Ginsheimer Kiesbagger

Ginsheim und der Rhein, das ist eine innige Beziehung. Der Strom gab den Menschen, was sie brauchten: Fisch, Energie, Baumaterial. Der Kiesbagger von 1934 ist Wahrzeichen einer von der Industrie dominierten Epoche, als der Fluss Lebensader für die Anrainer war. Heute ist der alte Seilbagger Denkmal und markiert zudem den Anlegepunkt der Fähre zum beliebten Ausflugsziel Nonnenau.

Als der mächtige Drehkran 1934 in Betrieb ging, trat er die Nachfolger eines Schiffsbaggers an. Baustoffe wie Kies und Sand holten die Ginsheimer damit von Bord der Rheinschiffe. Bedarf gab es reichlich, denn die seit Mitte des 19. Jahrhunderts aufblühende Industrie wuchs und wuchs; im Nachbarort Gustavsburg beispielsweise das MAN-Werk. Seitdem ist die Silhouette mit ihrer aus der Ferne filigran wirkenden Ausleger-Konstruktion untrennbar mit dem Ortsbild verbunden. Auf Heutige wirkt das ausgesprochen malerisch. Der in den Jahren 2002/03 restaurierte Kran wirkt fast wie einer jener Baukräne, die man sonst nur noch von Modelleisenbahn-Anlagen kennt.

Das Ginsheimer Industriedenkmal ist ein Relikt aus Zeiten, als der Rhein Lebensader für die Anwohner selbst kleiner Gemeinden war.
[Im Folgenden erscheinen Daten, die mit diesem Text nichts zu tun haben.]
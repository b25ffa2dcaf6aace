import { findings, generateNote } from "./generateNote.mjs";
import { median, timed } from "./median.mjs";
import { scan } from "./scan.mjs";

/**
 * Median ms, warm and in this process: one `scan` of a note's text, `parse`, `evaluate` (what `check` takes
 * beyond `parse`) and `check`.
 */
export function measureInProcess(lines, { parse, check }, repetitions) {
  const text = generateNote(lines);
  const timings = { scan: [], parse: [], check: [] };
  for (let turn = -Math.ceil(repetitions / 2); turn < repetitions; turn++) {
    let found = 0;
    const scanned = timed(() => scan(text));
    const parsed = timed(() => parse(text));
    const checked = timed(() => {
      found = check(text);
    });
    if (found !== findings) throw new Error(`Wrong answer: ${found} findings where ${findings} are due.`);
    if (turn < 0) continue;
    timings.scan.push(scanned);
    timings.parse.push(parsed);
    timings.check.push(checked);
  }
  const [scanMs, parseMs, checkMs] = [timings.scan, timings.parse, timings.check].map(median);
  return { scan: scanMs, parse: parseMs, evaluate: Math.max(0, checkMs - parseMs), check: checkMs };
}
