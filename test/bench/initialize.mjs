/** Asks `initialize` as a client that pulls diagnostics and hints and can nothing else, and confirms it. */
export async function initialize(server, folderUri = null) {
  const result = await server.request("initialize", {
    processId: process.pid,
    rootUri: folderUri,
    workspaceFolders: folderUri ? [{ uri: folderUri, name: "bench" }] : null,
    capabilities: {
      general: { positionEncodings: ["utf-16"] },
      textDocument: {
        synchronization: { dynamicRegistration: false },
        publishDiagnostics: { relatedInformation: true },
        diagnostic: { dynamicRegistration: false, relatedDocumentSupport: false },
        inlayHint: {
          dynamicRegistration: false,
          resolveSupport: { properties: ["tooltip", "label.tooltip", "label.location"] },
        },
      },
      workspace: { workspaceFolders: true },
    },
  });
  server.notify("initialized", {});
  return result;
}
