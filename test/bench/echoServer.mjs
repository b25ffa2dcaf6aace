// The least a server on this library can do: it takes in what changes, reads none of it, and answers with
// what it was given beforehand, so that its answers have the size of the measured server's.
import { createConnection, ProposedFeatures, TextDocumentSyncKind } from "vscode-languageserver/node";

const connection = createConnection(ProposedFeatures.all);
let answers = { diagnostics: { kind: "full", items: [] }, hints: [] };

connection.onInitialize(() => ({
  capabilities: {
    textDocumentSync: TextDocumentSyncKind.Incremental,
    diagnosticProvider: { interFileDependencies: true, workspaceDiagnostics: false },
    inlayHintProvider: true,
  },
}));
connection.onDidOpenTextDocument(() => {});
connection.onDidChangeTextDocument(() => {});
connection.onDidCloseTextDocument(() => {});
connection.onNotification("bench/answers", (given) => {
  answers = given;
});
connection.languages.diagnostics.on(() => answers.diagnostics);
connection.languages.inlayHint.on(() => answers.hints);
connection.listen();
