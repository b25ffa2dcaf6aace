declare const PLUMBLINE_VERSION: string | undefined;

/** The version of the package, written in by the bundler. */
export const VERSION = typeof PLUMBLINE_VERSION === "string" ? PLUMBLINE_VERSION : "0.0.0-source";
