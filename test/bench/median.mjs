/** The median of the timings. */
export function median(timings) {
  const sorted = [...timings].sort((a, b) => a - b);
  const half = sorted.length >> 1;
  return sorted.length % 2 === 1 ? sorted[half] : (sorted[half - 1] + sorted[half]) / 2;
}

/** Milliseconds that a call takes. */
export function timed(call) {
  const start = performance.now();
  call();
  return performance.now() - start;
}
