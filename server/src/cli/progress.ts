/** Work shorter than this shows nothing. */
const PATIENCE_MS = 500;
const EVERY_MS = 100;

export interface Progress {
  /** Tells how far the work is. */
  step(done: number, total: number, what: string): void;
  /** Takes the line away again. */
  end(): void;
}

/**
 * A line on standard error while long work goes on, where that is a terminal; else nothing.
 *
 * @param participle what is done with the notes
 */
export function progress({ quiet }: { readonly quiet?: boolean }, participle: "read" | "checked"): Progress {
  const { stderr } = process;
  if (quiet || stderr.isTTY !== true) return { step: () => {}, end: () => {} };
  const start = Date.now();
  let last = start;
  let shown = false;
  return {
    step(done, total, what) {
      const now = Date.now();
      if (now - start < PATIENCE_MS || now - last < EVERY_MS) return;
      last = now;
      shown = true;
      const text = `${done} of ${total} notes ${participle}: ${what}`;
      stderr.write(`\r\u001b[K${text.slice(0, Math.max(20, (stderr.columns || 80) - 1))}`);
    },
    end() {
      if (shown) stderr.write("\r\u001b[K");
    },
  };
}
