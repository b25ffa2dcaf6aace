import { measureMemory } from "./measureMemory.mjs";
import { atMost, compared } from "./rows.mjs";

/** Peak memory of a server with one note open and edited. */
export async function memoryRows({ subject, echo, standIn, aimed }) {
  const ours = await measureMemory(aimed, subject, standIn);
  const theirs = await measureMemory(aimed, echo, standIn);
  const heading = {
    measure: `Peak memory, ${aimed.toLocaleString("en-US")} lines opened and edited 40 times`,
  };
  if (ours === null || theirs === null)
    return [heading, { measure: "resident", value: "not readable on this system" }];
  const aims = aimed === 10_000 ? [atMost(ours, 110, "under 110 MB")] : [];
  return [heading, compared("resident", ours, theirs, { unit: "MB", aims })];
}
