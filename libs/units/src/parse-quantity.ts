import { findUnitsSpelled, lowerRaised } from './spell-unit';
import { getUnit, toSi, type Unit } from './unit';
import { unitTable, type Quantity } from './unit-table';

export type ParsedQuantity = { value: number; unit: Unit } | { error: string };

const names: Record<Quantity, { noun: string; example: string }> = {
  length: { noun: 'a length', example: '12.5 mm' },
  area: { noun: 'an area', example: '3.2 cm²' },
  volume: { noun: 'a volume', example: '4.1 cm³' },
  mass: { noun: 'a mass', example: '0.35 kg' },
  density: { noun: 'a density', example: '2.7 g/cm³' },
  inertia: { noun: 'a moment of inertia', example: '0.002 kg·m²' },
  torque: { noun: 'a torque', example: '1.5 N·m' },
  energy: { noun: 'an energy', example: '20 J' },
  angularSpeed: { noun: 'a speed of rotation', example: '3000 r/min' },
  angularAcceleration: { noun: 'an angular acceleration', example: '60 rad/s²' },
  time: { noun: 'a time', example: '0.5 s' },
};

// A number, thousands perhaps set off by one kind of space, an exponent of either kind; then the unit.
const space = '[ \\u00a0\\u2009\\u202f]';
const numberPattern = new RegExp(`^([+-]?(?:\\d{1,3}(?:${space}\\d{3})+(?![\\d])|\\d+)?(?:\\.\\d*)?)(?:[eE]([+-]?\\d+)|\\s*[×x*·]\\s*10\\s*(?:\\^|\\*\\*)?\\s*([+-]?\\d+))?`);

/**
 * Reads a number with its unit as a person types it, `2.7 g/cm3`, `2.7e3 kg/m^3`, `1 200 r/min`, into SI.
 * A decimal comma is refused rather than guessed: it could be a thousands separator.
 *
 * @param bareUnit symbol of the unit that is meant where none is written; without it a number without a unit is refused
 * @returns the value in SI and the unit that was written, or a sentence that says what is wrong
 */
export function parseQuantity(text: string, quantity: Quantity, { bareUnit }: { bareUnit?: string } = {}): ParsedQuantity {
  const { noun, example } = names[quantity];
  const typed = lowerSigns(text.trim());
  if (typed === '') return { error: `Write ${noun}, for instance ${example}.` };
  const match = numberPattern.exec(typed);
  const digits = (match?.[1] ?? '').replace(new RegExp(space, 'g'), '');
  if (!/\d/.test(digits)) return { error: `Begin with a number: write ${noun} as ${example}.` };
  const rest = typed.slice(match?.[0].length ?? 0);
  if (/^\s*[,']/.test(rest)) return { error: `Write the number with a decimal point and without other separators, as in ${example}.` };
  if (/^[\d.]/.test(rest)) return { error: `"${text.trim()}" does not begin with a number that can be read: write ${noun} as ${example}.` };

  const number = Number(`${digits}e${match?.[2] ?? match?.[3] ?? '0'}`);
  if (!Number.isFinite(number)) return { error: 'This number is too large.' };
  const unit = chooseUnit(rest.trim(), quantity, bareUnit);
  if ('error' in unit) return unit;
  const value = toSi(number, unit);
  return Number.isFinite(value) ? { value, unit } : { error: 'This number is too large.' };
}

function chooseUnit(text: string, quantity: Quantity, bareUnit: string | undefined): Unit | { error: string } {
  const { noun, example } = names[quantity];
  if (text === '') {
    if (bareUnit !== undefined) return getUnit(unitTable[quantity], bareUnit);
    return { error: `State the unit of ${noun}, for instance ${example}.` };
  }
  const [unit, other] = findUnitsSpelled(text, quantity);
  const known = unitTable[quantity].map(({ symbol }) => symbol).join(', ');
  if (unit === undefined) return { error: `"${text}" is not a unit of ${noun} that is known here. Known are ${known}.` };
  if (other !== undefined) return { error: `"${text}" can mean ${unit.symbol} or ${other.symbol}: write one of them.` };
  return unit;
}

/** Minus signs of typography as hyphens, and raised exponents as plain digits, in front of the unit only where a power of ten is written. */
function lowerSigns(text: string): string {
  return text.replace(/[−–]/g, '-').replace(/([×x*·]\s*10)([⁻⁺]?[⁰¹²³⁴⁵⁶⁷⁸⁹]+)/, (_, ten: string, power: string) => `${ten}^${lowerRaised(power)}`);
}
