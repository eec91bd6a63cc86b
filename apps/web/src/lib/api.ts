import { createClient } from '@masswright/client';
import type { Problem } from '@masswright/contracts';
import { ConnectionError, ProblemError } from './problem';

/**
 * Requests to the api, typed by its OpenAPI document; each is awaited through `unwrap`.
 * `fetch` is looked up at each call, so that tests can put another in its place.
 */
export const api = createClient({ fetch: (request) => fetch(request) });

interface Answer<Data> {
  data?: Data;
  error?: unknown;
  response: Response;
}

/** Checked by hand: this file is read before the first page is seen, and a schema library would double what that takes. */
function isProblem(body: unknown): body is Problem {
  if (typeof body !== 'object' || body === null) return false;
  const { code, detail, status, fields } = body as Record<string, unknown>;
  return typeof code === 'string' && typeof detail === 'string' && typeof status === 'number' && Array.isArray(fields);
}

/** What a refusal says; an answer that isn't one of ours (a proxy's page, say) is put into the same words. */
function readProblem(body: unknown, response: Response): Problem {
  if (isProblem(body)) return body;
  return {
    type: 'about:blank',
    title: 'Unexpected answer',
    status: response.status,
    code: response.status >= 500 ? 'unavailable' : 'bad-request',
    detail: `The server gave an answer that this page does not understand (status ${response.status}). Try again in a moment.`,
    requestId: response.headers.get('x-request-id') ?? '',
    fields: [],
  };
}

const isAbort = (error: unknown): boolean => error instanceof DOMException && error.name === 'AbortError';

async function settle<Data>(answer: Promise<Answer<Data>>): Promise<Answer<Data>> {
  let settled: Answer<Data>;
  try {
    settled = await answer;
  } catch (error) {
    throw isAbort(error) ? error : new ConnectionError(error);
  }
  if (!settled.response.ok) throw new ProblemError(readProblem(settled.error, settled.response));
  return settled;
}

/** What the api answered, or a ProblemError, or a ConnectionError. */
export async function unwrap<Data>(answer: Promise<Answer<Data>>): Promise<Data> {
  const { data, response } = await settle(answer);
  if (data === undefined) throw new ProblemError(readProblem(undefined, response));
  return data;
}

/** What the client makes of a type: it forgets how long tuples are. */
type Loosened<Value> = Value extends readonly (infer Item)[] ? Loosened<Item>[] : Value extends object ? { [Key in keyof Value]: Loosened<Value[Key]> } : Value;

/** The same for answers with vectors in them: the document agrees with the contract in all but the length of tuples, which the client's types lose. */
export async function unwrapAs<Data>(answer: Promise<Answer<Loosened<Data>>>): Promise<Data> {
  return (await unwrap(answer)) as Data;
}

/** For requests that are answered without a body. */
export async function expectDone(answer: Promise<Answer<unknown>>): Promise<void> {
  await settle(answer);
}
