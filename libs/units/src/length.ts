import { getUnit, raiseFactor, type Unit } from './unit';
import { unitTable } from './unit-table';

/** The six units in which mesh files are drawn. */
export const lengthUnits = ['micron', 'mm', 'cm', 'm', 'inch', 'foot'] as const;
export type LengthUnit = (typeof lengthUnits)[number];

const symbols: Record<LengthUnit, string> = { micron: 'µm', mm: 'mm', cm: 'cm', m: 'm', inch: 'in', foot: 'ft' };

/** The unit of a mesh as one that can be shown and converted. */
export function getLengthUnit(unit: LengthUnit): Unit {
  return getUnit(unitTable.length, symbols[unit]);
}

/**
 * Converts a figure of a mesh whose dimension is a power of length (1 a length, 2 an area, 3 a volume, 5 a second moment of a volume) to metres to that power.
 * Powers of the factor's numerator and denominator are exact up to the fifth for every unit but the micron.
 */
export function convertToMetres(value: number, unit: LengthUnit, power: 1 | 2 | 3 | 4 | 5 = 1): number {
  const { numerator, denominator } = raiseFactor(getLengthUnit(unit), power);
  return (value * numerator) / denominator;
}

/** The other way: from metres to a power into the unit of a mesh to that power. */
export function convertFromMetres(valueSi: number, unit: LengthUnit, power: 1 | 2 | 3 | 4 | 5 = 1): number {
  const { numerator, denominator } = raiseFactor(getLengthUnit(unit), power);
  return (valueSi * denominator) / numerator;
}
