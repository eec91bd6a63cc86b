import type { Unit } from './unit';
import { unitTable, type Quantity } from './unit-table';

const raised: Record<string, string> = { '⁰': '0', '¹': '1', '²': '2', '³': '3', '⁴': '4', '⁵': '5', '⁶': '6', '⁷': '7', '⁸': '8', '⁹': '9', '⁻': '-', '⁺': '' };

/** Raised digits and signs as plain ones: `10⁻⁶` as `10-6`. */
export function lowerRaised(text: string): string {
  return text.replace(/[⁰¹²³⁴⁵⁶⁷⁸⁹⁻⁺]/g, (sign) => raised[sign] ?? sign);
}

/**
 * One form for the many in which a unit is typed: `kg m^2`, `kg*m2`, `kg-m²` and `kg·m²` are the same. A hyphen stands between factors
 * unless a digit follows, where it is the sign of an exponent.
 */
export function normaliseUnit(text: string): string {
  return lowerRaised(text.normalize('NFC'))
    .replace(/μ/g, 'µ')
    .replace(/\*\*|\^/g, '')
    .replace(/[−–]/g, '-')
    .replace(/-(?!\d)/g, '·')
    .replace(/\s*\/\s*/g, '/')
    .trim()
    .replace(/[\s·*×⋅∙•.]+/g, '·');
}

const forms = (unit: Unit): string[] => [unit.symbol, ...unit.spellings].map(normaliseUnit);

/** The units of a quantity that a typed text can mean: one by its exact spelling, else all that differ from it in case only. */
export function findUnitsSpelled(text: string, quantity: Quantity): Unit[] {
  const form = normaliseUnit(text);
  const units = unitTable[quantity];
  const exact = units.filter((unit) => forms(unit).includes(form));
  if (exact.length > 0) return exact;
  return units.filter((unit) => forms(unit).some((spelling) => spelling.toLowerCase() === form.toLowerCase()));
}
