import type { LengthUnit } from '@masswright/units';

/** The six units of a mesh in words; `means` is what a length of 100 in the file is then, `usual` where such files come from. */
export const unitTexts: Record<LengthUnit, { name: string; plural: string; means: string; usual: string }> = {
  micron: { name: 'micrometre', plural: 'micrometres', means: '0.1 mm', usual: 'micro-parts, scans of small things' },
  mm: { name: 'millimetre', plural: 'millimetres', means: '100 mm', usual: 'most machine parts and prints' },
  cm: { name: 'centimetre', plural: 'centimetres', means: '1 m', usual: 'some modelling programs' },
  m: { name: 'metre', plural: 'metres', means: '100 m', usual: 'robot descriptions, buildings' },
  inch: { name: 'inch', plural: 'inches', means: '2.54 m', usual: 'drawings in inches' },
  foot: { name: 'foot', plural: 'feet', means: '30.48 m', usual: 'site plans' },
};
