import { materialGroupNames, type Material, type MaterialGroup } from '@masswright/contracts';
import { thinSpace } from '@masswright/units';

export { materialGroupNames };

/** A number with the digits that it needs and no more, thousands set off. */
export function writePlain(value: number, digits: number): string {
  const [integer = '', ...rest] = String(Number(value.toPrecision(digits))).split('.');
  return [/^-?\d+$/.test(integer) ? integer.replace(/\B(?=(\d{3})+$)/g, thinSpace) : integer, ...rest].join('.');
}

/** "2 700 ± 27 kg/m³"; without a spread the density alone. A spread is an estimate: two digits of it are enough. */
export function writeSpreadDensity({ densityKgM3, densitySpreadKgM3 }: { densityKgM3: number; densitySpreadKgM3: number | null }): string {
  const spread = densitySpreadKgM3 === null ? '' : ` ± ${writePlain(densitySpreadKgM3, 2)}`;
  return `${writePlain(densityKgM3, 6)}${spread} kg/m³`;
}

const fold = (text: string): string => text.normalize('NFKD').replace(/\p{M}/gu, '').toLowerCase();

/** Those whose name or family holds every word of a text, in their order. */
export function filterMaterials<Item extends Pick<Material, 'name' | 'group'>>(materials: readonly Item[], text: string): Item[] {
  const words = fold(text).split(/\s+/).filter(Boolean);
  if (words.length === 0) return [...materials];
  return materials.filter(({ name, group }) => {
    const searched = fold(`${name} ${materialGroupNames[group]}`);
    return words.every((word) => searched.includes(word));
  });
}

/** By family in the order of the families, within one by name. */
export function groupMaterials<Item extends Pick<Material, 'name' | 'group'>>(materials: readonly Item[]): { group: MaterialGroup; name: string; items: Item[] }[] {
  const order = Object.keys(materialGroupNames) as MaterialGroup[];
  return order
    .map((group) => ({
      group,
      name: materialGroupNames[group],
      items: materials.filter((material) => material.group === group).sort((one, other) => one.name.localeCompare(other.name, 'en', { numeric: true })),
    }))
    .filter(({ items }) => items.length > 0);
}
Die Ginsheimer betrieben beispielsweise auch Schiffsmühlen; die letzte stellte 1929 den Betrieb ein. Von ihnen war nach den Zerstörungen im Zweiten Weltkrieg nichts mehr übrig. Zum Glück für die Heutigen bildet der Verein Historische Rheinschiffsmühle in liebevoller Kleinarbeit ein solches „Wasserkraftwerk“ nach. Die Wassermühle ankert nur ein kleines Stück stromabwärts.

Der große Bagger an der zentralen Promenade des Ortes steht aber nicht nur für eine Ära, als große Industriemaschinen und Fortschrittsglauben eins waren. Er markiert auch den traditionellen Fährweg hinüber zur Insel Nonnenau.